TO DO ▸ Go through the records below and show every line with the string "return".
•••••
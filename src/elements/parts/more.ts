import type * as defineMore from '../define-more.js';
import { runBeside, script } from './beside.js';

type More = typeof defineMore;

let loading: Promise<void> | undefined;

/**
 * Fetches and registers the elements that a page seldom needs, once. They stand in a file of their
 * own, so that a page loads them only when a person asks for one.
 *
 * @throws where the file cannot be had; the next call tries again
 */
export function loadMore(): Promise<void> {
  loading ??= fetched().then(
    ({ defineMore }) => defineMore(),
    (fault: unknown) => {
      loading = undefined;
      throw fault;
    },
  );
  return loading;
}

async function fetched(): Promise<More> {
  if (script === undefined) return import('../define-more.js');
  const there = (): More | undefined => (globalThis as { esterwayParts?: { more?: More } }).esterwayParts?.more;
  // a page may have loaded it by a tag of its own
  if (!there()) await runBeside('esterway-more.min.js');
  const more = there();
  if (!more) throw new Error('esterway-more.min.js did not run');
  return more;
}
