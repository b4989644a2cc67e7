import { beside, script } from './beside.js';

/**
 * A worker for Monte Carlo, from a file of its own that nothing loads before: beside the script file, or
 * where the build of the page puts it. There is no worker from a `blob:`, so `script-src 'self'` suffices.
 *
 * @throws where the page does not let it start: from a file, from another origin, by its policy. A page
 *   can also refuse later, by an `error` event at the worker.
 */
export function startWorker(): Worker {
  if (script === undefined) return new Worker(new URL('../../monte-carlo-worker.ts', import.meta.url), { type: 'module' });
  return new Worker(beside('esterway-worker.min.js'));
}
•••••
FINAL ANSWER ▸
  return loading;
  if (script === undefined) return import('../define-more.js');
  return more;
  if (script === undefined) return new Worker(new URL('../../monte-carlo-worker.ts', import.meta.url), { type: 'module' });
  return new Worker(beside('esterway-worker.min.js'));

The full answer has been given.